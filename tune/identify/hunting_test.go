package identify

import (
	"math"
	"math/rand/v2"
	"strings"
	"testing"

	"gainwright/tune/design"
	"gainwright/tune/model"
)

// huntRecord is n samples at 100 Hz about a mean, of a sine in noise.
func huntRecord(rng *rand.Rand, n int, mean, f, amp, noise float64) (t, y, u []float64) {
	phase := 2 * math.Pi * rng.Float64()
	for i := range n {
		x := float64(i) * 0.01
		t = append(t, x)
		y = append(y, mean+amp*math.Sin(2*math.Pi*f*x+phase)+noise*rng.NormFloat64())
		u = append(u, 6)
	}
	return t, y, u
}

// Frequency and amplitude of a sine in noise: the scatter of both is held against
// the Cramér-Rao bounds of a single real tone in white noise (Rife and Boorstyn
// 1974, from memory): var f ≥ 24σ²/((2π)²A²Δ²N(N²−1)), var A ≥ 2σ²/N.
func TestHuntingAgainstTheToneBounds(t *testing.T) {
	const n, amp, noise, f = 150, 6.0, 2.0, 4.3
	rng := rand.New(rand.NewPCG(66, 1))
	var sf, sa, found float64
	const runs = 400
	for range runs {
		h := huntsAlone(huntRecord(rng, n, 80, f, amp, noise))
		if h == nil {
			continue
		}
		found++
		sf, sa = sf+(h.Frequency-f)*(h.Frequency-f), sa+(h.Amplitude-amp)*(h.Amplitude-amp)
	}
	if found < runs {
		t.Errorf("found in %g of %d records", found, runs)
	}
	boundF := math.Sqrt(24 * noise * noise / (4 * math.Pi * math.Pi * amp * amp * 1e-4 * n * (n*n - 1)))
	boundA := math.Sqrt(2 * noise * noise / n)
	if got := math.Sqrt(sf/found) / boundF; got > 1.25 || got < 0.8 {
		t.Errorf("frequency scatters %.2f times the bound", got)
	}
	if got := math.Sqrt(sa/found) / boundA; got > 1.25 || got < 0.8 {
		t.Errorf("amplitude scatters %.2f times the bound", got)
	}
}

// huntsAlone looks at a record with nothing known of its loop but the setpoint.
func huntsAlone(t, y, u []float64) *Hunting { return FindHunting(t, y, u, Loop{Speed: 80}) }

// Noise alone, white and through a loop with ζ 0.4 whose own swing has sixteen
// samples a period, is no hunting: at most 1 in 200 records may say so.
func TestNoiseDoesNotHunt(t *testing.T) {
	rng := rand.New(rand.NewPCG(66, 2))
	const zeta, wn = 0.4, 2 * math.Pi / 16
	a := math.Exp(-zeta * wn)
	a1, a2 := 2*a*math.Cos(wn*math.Sqrt(1-zeta*zeta)), -a*a
	for _, name := range []string{"white", "through a loop"} {
		said := 0
		for range 2000 {
			var tt, y, u []float64
			var y1, y2 float64
			for i := range 180 {
				e := rng.NormFloat64()
				v := e
				if name != "white" {
					v = a1*y1 + a2*y2 + e
				}
				y2, y1 = y1, v
				if i < 30 {
					continue
				}
				tt, y, u = append(tt, float64(i)*0.01), append(y, 20+v), append(u, 3)
			}
			if FindHunting(tt, y, u, Loop{Speed: 20}) != nil {
				said++
			}
		}
		if said > 10 {
			t.Errorf("%s noise hunts in %d of 2000 records", name, said)
		}
		t.Logf("%s: %d of 2000", name, said)
	}
}

// A proportional loop over its ultimate gain, held by the end of the drive. A
// saturation is a real describing function, so that the cycle lies where the phase
// is −180° (textbook harmonic balance; Åström and Murray, Feedback Systems, on
// describing functions, from memory): ωL + atan(ωτ) = π, L with half a sample of
// hold. Harmonic balance is within a few percent for a filtered triangle.
func TestHuntingOverTheUltimateGain(t *testing.T) {
	const k, tau, dead, period = 20.0, 0.2, 0.03, 0.001
	lo, hi := 0.0, math.Pi/dead
	for range 60 {
		w := (lo + hi) / 2
		if w*(dead+period/2)+math.Atan(w*tau) < math.Pi {
			lo = w
		} else {
			hi = w
		}
	}
	ku := math.Hypot(1, lo*tau) / k
	uMax, uMin := 9.0, 0.0
	g := design.PI(1.6*ku, 0, period, 0)
	g.UMax, g.UMin = &uMax, &uMin
	g.Feedforward = &design.Feedforward{Speed: 1 / k}
	run, err := design.SimulateLoop(model.FirstOrder(k, tau, dead), g, design.Scenario{Parts: []design.Part{{From: 90, To: 90, Duration: 4}}})
	if err != nil {
		t.Fatal(err)
	}
	h := sampled(run, 2, 10, Loop{Speed: 90, PhaseCrossover: lo})
	if h == nil {
		t.Fatal("a loop over its ultimate gain does not hunt")
	}
	if math.Abs(2*math.Pi*h.Frequency/lo-1) > 0.03 {
		t.Errorf("hunts at %.4g rad/s, the phase crossover is %.4g", 2*math.Pi*h.Frequency, lo)
	}
	if !strings.Contains(h.Cause, "phase") {
		t.Errorf("cause %q", h.Cause)
	}
	// The same record with the end of the drive known: it is there part of the time.
	if h := sampled(run, 2, 10, Loop{Speed: 90, PhaseCrossover: lo, VoltsMax: uMax}); h == nil || !strings.Contains(h.Cause, "drive at its limit") {
		t.Errorf("with the drive's limit known: %v", h)
	}
}

// Stick-slip of an integrating loop against breakaway over Coulomb friction.
func TestHuntingOfStickSlip(t *testing.T) {
	g := design.PI(0.005, 3, 0.001, 0)
	run, err := design.SimulateLoop(model.FirstOrder(20, 0.05, 0.002), g, design.Scenario{Parts: []design.Part{{From: 0.6, To: 0.6, Duration: 12}},
		Friction: design.Friction{CoulombForward: 0.3, CoulombReverse: 0.3, BreakawayForward: 0.9, BreakawayReverse: 0.9}})
	if err != nil {
		t.Fatal(err)
	}
	h := sampled(run, 2, 10, Loop{Speed: 0.6, SpeedStep: 0.05})
	if h == nil || !strings.Contains(h.Cause, "sticking") {
		t.Fatalf("stick-slip: %v", h)
	}
	// Count the breaks by hand: rises from rest.
	breaks, first, last := 0, 0.0, 0.0
	for i := 2001; i < len(run.Speed); i++ {
		if run.Speed[i-1] == 0 && run.Speed[i] != 0 {
			if breaks == 0 {
				first = run.Time[i]
			}
			breaks, last = breaks+1, run.Time[i]
		}
	}
	if want := float64(breaks-1) / (last - first); math.Abs(h.Frequency/want-1) > 0.02 {
		t.Errorf("hunts at %.4g Hz, the shaft breaks loose at %.4g Hz", h.Frequency, want)
	}
}

// What turns with the shaft is told from the loop by its frequency; where both
// would fit, both are said.
func TestHuntingCauses(t *testing.T) {
	const turns = 80 / (2 * math.Pi)
	for _, c := range []struct {
		name, want string
		f, amp     float64
		loop       Loop
	}{
		{"once a turn", "1 per turn", turns, 4, Loop{Speed: 80}},
		{"twice a turn", "2 per turn", 2 * turns, 4, Loop{Speed: 80, PhaseCrossover: 400}},
		{"both", "either may be it", turns, 4, Loop{Speed: 80, PhaseCrossover: 90}},
		{"the loop", "too little phase", 5.1, 4, Loop{Speed: 80, PhaseCrossover: 30}},
		{"counts", "steps of the counter", 5.1, 4, Loop{Speed: 80, SpeedStep: 3.5, PhaseCrossover: 200}},
		{"none of them", "not told", 5.1, 4, Loop{Speed: 80, PhaseCrossover: 200}},
		{"under a share of the setpoint", "", 5.1, 0.5, Loop{Speed: 80}},
		{"under the noise", "", 5.1, 4, Loop{Speed: 80, Noise: 3}},
		{"under half a speed step", "", 5.1, 4, Loop{Speed: 80, SpeedStep: 10}},
	} {
		rng := rand.New(rand.NewPCG(66, 3))
		ts, y, u := huntRecord(rng, 150, 80, c.f, c.amp, 0.3)
		h := FindHunting(ts, y, u, c.loop)
		switch {
		case c.want == "" && h != nil:
			t.Errorf("%s: %v", c.name, h)
		case c.want != "" && (h == nil || !strings.Contains(h.Cause, c.want) || h.Remedy == ""):
			t.Errorf("%s: got %v, want %q", c.name, h, c.want)
		}
	}
	// Two periods are too few to say, and nothing is made of nothing.
	rng := rand.New(rand.NewPCG(66, 4))
	if h := huntsAlone(huntRecord(rng, 150, 80, 1.2, 4, 0)); h != nil {
		t.Errorf("1.8 periods: %v", h)
	}
	if h := FindHunting(nil, nil, nil, Loop{}); h != nil {
		t.Errorf("no record: %v", h)
	}
	if h := huntsAlone(huntRecord(rng, 150, 80, 1.2, 0, 0)); h != nil {
		t.Errorf("a steady speed: %v", h)
	}
}

// sampled looks at every stride-th sample of a run from a time on.
func sampled(run design.Run, from float64, stride int, loop Loop) *Hunting {
	var t, y, u []float64
	for i := 0; i < len(run.Time); i += stride {
		if run.Time[i] >= from {
			t, y, u = append(t, run.Time[i]), append(y, run.Speed[i]), append(u, run.Drive[i])
		}
	}
	return FindHunting(t, y, u, loop)
}
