// The audit on show: joins the parts of the timeline. Knows nothing of where the data comes from (widget.js).

import { armPanel } from "./armpanel.js";
import { rowAxis } from "./axis.js";
import { rowChoice } from "./choice.js";
import { clamp, fixed, nearest } from "./data.js";
import { button, element, focusable } from "./dom.js";
import { findingsPanel } from "./findings.js";
import { listen } from "./gestures.js";
import { keyTable } from "./keys.js";
import { layOut, spotAt } from "./layout.js";
import { notesPanel } from "./notes.js";
import { drawOverlay } from "./overlay.js";
import { headPanel, readoutPanel } from "./readout.js";
import { drawRows } from "./rows.js";
import { theme } from "./theme.js";
import { trialPanel } from "./trial.js";

const MOST_ZOOM = 1 / 2000;
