def test_smoothing_is_off_unless_asked_and_then_told(read):
    rng = np.random.default_rng(3)
    poses = motion(T)
    poses[:, :3] += rng.normal(size=(500, 3)) * 0.05
    rough = read(table(T, poses))
    assert (rough.position == np.array(poses[:, :3]) / 1000).all() and not any("Smoothed" in words for words in rough.made)
    fine = read(table(T, poses), smooth_ms=60)
    off = [np.linalg.norm(p.position * 1000 - motion(T)[:, :3], axis=1) for p in (rough, fine)]
    assert np.sqrt((off[1] ** 2).mean()) < 0.35 * np.sqrt((off[0] ** 2).mean())
    words = fine.made[-1]
    assert words.startswith("Smoothed as asked by local cubics over 60 ms before and after each sample (half the amplitude stays at 12.6 Hz), 0 dwells held still: poses changed by at most 0.")
    assert (fine.time == rough.time).all()


def test_a_dwell_stays_a_dwell_and_a_corner_at_rest_stays_sharp(read):
    """Straight to a corner, a rest of half a second, on in another direction: the rest is one pose, and the corner is not cut."""
    rng = np.random.default_rng(4)
    ramp = 40 * 0.5 * (1 - np.cos(np.linspace(0, np.pi, 250)))
    x = np.concatenate([ramp, np.full(125, 40.0), np.full(250, 40.0)])
    y = np.concatenate([np.zeros(375), ramp])
    t = STEP * np.arange(len(x))
    truth = np.column_stack([x, y, 0 * x])
    poses = np.column_stack([truth + rng.normal(size=truth.shape) * 0.02, np.ones_like(x), 0 * x, 0 * x, 0 * x])
    p = read(table(t, poses), smooth_ms=40)
    assert "1 dwell held still" in p.made[-1]
    rest = p.position[255:370]
    assert (rest == rest[0]).all() and np.abs(rest[0] * 1000 - [40, 0, 0]).max() < 0.01
    assert np.linalg.norm(p.position * 1000 - truth, axis=1).max() < 0.08
    assert np.abs(np.diff(p.position[:, :2], axis=0)).max() * 1000 < 0.35


def test_slow_motion_is_no_dwell():
    t = STEP * np.arange(3000)
    values = np.column_stack([0.2e-3 * t, 0 * t, 0 * t])
    assert smoothing.dwells(t, values, 0.02, 0.02e-3) == []


def test_a_window_that_makes_no_sense_is_refused(read):
    for width in (5, 3000):
        with pytest.raises(pa.ReadError, match=f"found smoothing over {width} ms, expected 12 to 1000 ms for a log with intervals of 4 ms"):
            read(table(T), smooth_ms=width)


def test_the_limit_is_stated(read, monkeypatch):
    monkeypatch.setattr(recorded, "MOST_ROWS", 100)
    with pytest.raises(pa.ReadError, match="found 500 rows, expected at most 100 of a recorded path: cut the log"):
        read(table(T))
================
ACTIVITY>
Go through the entries and copy every line with "zeta".

RESULT FOR THIS EXERCISE>
	const zeta, wn = 0.4, 2 * math.Pi / 16
	a := math.Exp(-zeta * wn)
	a1, a2 := 2*a*math.Cos(wn*math.Sqrt(1-zeta*zeta)), -a*a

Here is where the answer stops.